Thanks to $100 million in assistance from the Government of Spain and loans from the Inter-American Development Bank, Guatemala will expand safe water and sanitation services to approximately 600,000 people in 280 rural communities and 60 urban and periurban areas that today lack those services.

In addition to enhancing and expanding water and sanitation services, the program will foster organized participation by the rural communities and the municipalities in order to ensure that the systems constructed are sustainable over time. The funds will also serve to consolidate and strengthen the institutions needed for the planning, regulation and delivery of the services.

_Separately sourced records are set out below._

// A small declarative option parser: each command lists its options once, and the same
// list drives parsing, validation (one-line errors naming the option) and `--help` text.

import { InputError, echo } from "../errors.js";
import { parseDecimal } from "../decimal.js";

export type OptionType = "boolean" | "string" | "number" | "integer";

export interface OptionSpec {
  name: string; // long name without dashes, e.g. "seconds"
  type: OptionType;
  description: string;
  default?: boolean | string | number;
  /** For strings: the allowed values. */
  choices?: readonly string[];
  /** For numbers: inclusive bounds. */
  min?: number;
  max?: number;
  /** Placeholder shown in help, e.g. "S". */
  placeholder?: string;
  /** One-letter alias, e.g. "o" for `-o FILE`. */
  short?: string;
}

export interface CommandSpec {
  name: string;
  summary: string;
  /** e.g. "<source...>"; shown in usage. */
  positionals: string;
  minPositionals: number;
  maxPositionals: number; // Infinity for variadic
  options: readonly OptionSpec[];
  /** Paragraphs shown under the summary: what the command does, in plain words. */
  description?: readonly string[];
  /** Extra lines shown under the usage (examples). */
  examples?: readonly string[];
  /** Options this command refuses with a message saying what to use instead (e.g. an ambiguous --seed). */
  refused?: Readonly<Record<string, string>>;
  run(args: ParsedArgs, io: CommandIO): Promise<number>;
}

/** A command's spec without its implementation: everything `--help` and the option parser need. */
export type CommandHelp = Omit<CommandSpec, "run">;

export interface ParsedArgs {
  positionals: string[];
  options: Record<string, boolean | string | number | undefined>;
}

export interface CommandIO {
  stdout: NodeJS.WritableStream;
  stderr: NodeJS.WritableStream;
  stdin: NodeJS.ReadableStream;
}

function parseValue(spec: OptionSpec, raw: string): string | number {
  if (spec.type === "string") {
    if (spec.choices && !spec.choices.includes(raw)) {
      throw new InputError(`--${spec.name} must be one of ${spec.choices.join(", ")} (got ${JSON.stringify(raw)})`);
    }
    return raw;
  }
  // Decimal notation only, the same rule as spec strings: "0x10", " 5" and "Infinity" are refused.
  const x = parseDecimal(raw);
  if (!Number.isFinite(x)) {
    throw new InputError(`--${spec.name} must be a decimal number (got ${echo(raw)})`);
  }
  if (spec.type === "integer" && !Number.isInteger(x)) {
    throw new InputError(`--${spec.name} must be an integer (got ${JSON.stringify(raw)})`);
  }
  if ((spec.min !== undefined && x < spec.min) || (spec.max !== undefined && x > spec.max)) {
    const range = `[${spec.min ?? "-∞"}, ${spec.max ?? "∞"}]`;
    throw new InputError(`--${spec.name} must lie in ${range} (got ${raw})`);
  }
  return x;
}

export function parseArgs(cmd: CommandSpec, argv: readonly string[]): ParsedArgs {
  const byName = new Map(cmd.options.map((o) => [o.name, o]));
  const byShort = new Map(cmd.options.filter((o) => o.short !== undefined).map((o) => [o.short!, o]));
  const options: ParsedArgs["options"] = {};
  for (const o of cmd.options) options[o.name] = o.default;
  const positionals: string[] = [];
  for (let i = 0; i < argv.length; i++) {
    const a = argv[i];
    if (a === "--") {
      positionals.push(...argv.slice(i + 1));
      break;
    }
    if (/^-[A-Za-z]$/.test(a)) {
      const spec = byShort.get(a.slice(1));
      if (spec === undefined) throw new InputError(`unknown option ${a} (see halfplus ${cmd.name} --help)`);
      if (spec.type === "boolean") options[spec.name] = true;
      else {
        if (i + 1 >= argv.length) throw new InputError(`${a} needs a value`);
        options[spec.name] = parseValue(spec, argv[++i]);
      }
      continue;
    }
    if (a.startsWith("--")) {
      const eq = a.indexOf("=");
      const name = eq < 0 ? a.slice(2) : a.slice(2, eq);
      const refusal = cmd.refused?.[name];
      if (refusal !== undefined) throw new InputError(`--${name}: ${refusal}`);
      let spec = byName.get(name);
      if (spec === undefined && name.startsWith("no-") && byName.get(name.slice(3))?.type === "boolean") {
        if (eq >= 0) throw new InputError(`--${name} takes no value`);
        options[name.slice(3)] = false;
        continue;
      }
      if (spec === undefined) {
        throw new InputError(`unknown option --${name} (see halfplus ${cmd.name} --help)`);
      }
      if (spec.type === "boolean") {
        if (eq >= 0) throw new InputError(`--${name} takes no value`);
        options[name] = true;
        continue;
      }
      let raw: string;
      if (eq >= 0) raw = a.slice(eq + 1);
      else {
        if (i + 1 >= argv.length) throw new InputError(`--${name} needs a value`);
        raw = argv[++i];
      }
      options[name] = parseValue(spec, raw);
      continue;
    }
    positionals.push(a);
  }
  if (positionals.length < cmd.minPositionals) {
    throw new InputError(`missing ${cmd.positionals} (see halfplus ${cmd.name} --help)`);
  }
  if (positionals.length > cmd.maxPositionals) {
    throw new InputError(`too many arguments: ${positionals.slice(cmd.maxPositionals).join(" ")}`);
  }
  return { positionals, options };
}

export function commandHelp(cmd: CommandHelp): string {
  const lines = [`halfplus ${cmd.name} ${cmd.positionals}`.trimEnd(), "", `  ${cmd.summary}`, ""];
  for (const paragraph of cmd.description ?? []) lines.push(...wrap(paragraph, 96).map((l) => `  ${l}`), "");
  if (cmd.options.length > 0) {
    lines.push("options:");
    const rows = cmd.options.map((o) => {
      const long = o.type === "boolean" ? `--${o.name}` : `--${o.name} ${o.placeholder ?? o.type.toUpperCase()}`;
      const flag = o.short === undefined ? long : `-${o.short}, ${long}`;
      const extra = [
        o.choices ? `one of ${o.choices.join("|")}` : "",
        o.default !== undefined && o.type !== "boolean" ? `default ${o.default}` : "",
      ].filter(Boolean);
      return [flag, o.description + (extra.length ? ` (${extra.join("; ")})` : "")];
    });
    const w = Math.max(...rows.map((r) => r[0].length));
    for (const [f, d] of rows) {
      const [first, ...rest] = wrap(d, Math.max(40, 100 - w));
      lines.push(`  ${f.padEnd(w)}  ${first}`, ...rest.map((l) => `  ${"".padEnd(w)}  ${l}`));
    }
    lines.push("");
  }
  if (cmd.examples && cmd.examples.length > 0) {
    lines.push("examples:");
    for (const e of cmd.examples) lines.push(`  ${e}`);
    lines.push("");
  }
  return lines.join("\n");
}

/** Greedy word wrap at `width` columns. */
function wrap(text: string, width: number): string[] {
  const out: string[] = [];
  let line = "";
  for (const word of text.split(/\s+/).filter((x) => x !== "")) {
    if (line !== "" && line.length + 1 + word.length > width) {
      out.push(line);
      line = word;
    } else line = line === "" ? word : `${line} ${word}`;
  }
  out.push(line);
  return out;
}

The program will lend support to a comprehensive plan drawn up by the Government of Guatemala to reduce the shortfall in coverage of these services. Current water and sanitation service coverage, nationwide, is 75 percent and 47 percent, respectively, which means that nearly 3 million Guatemalans still lack public water services and approximately 6 million lack sanitation services.

In the rural areas of Guatemala, water coverage is 60 percent, sanitation 36 percent. The worst shortfalls are found in areas with predominantly indigenous populations. According to Government estimates, only 15 percent of the water distributed in the country can be considered potable and barely 5 percent of the sewerage systems properly treat wastewater prior to disposal. To achieve United Nations Millennium Development Goals, Guatemala would have to invest an estimated $1,602 million in improving these services.

This is the fourth project financed jointly by the IDB and the Spanish Cooperation Fund for Water and Sanitation in Latin America and the Caribbean (the Spanish Fund), an entity established last year at the initiative of the President of Spain, José Luis Rodríguez Zapatero.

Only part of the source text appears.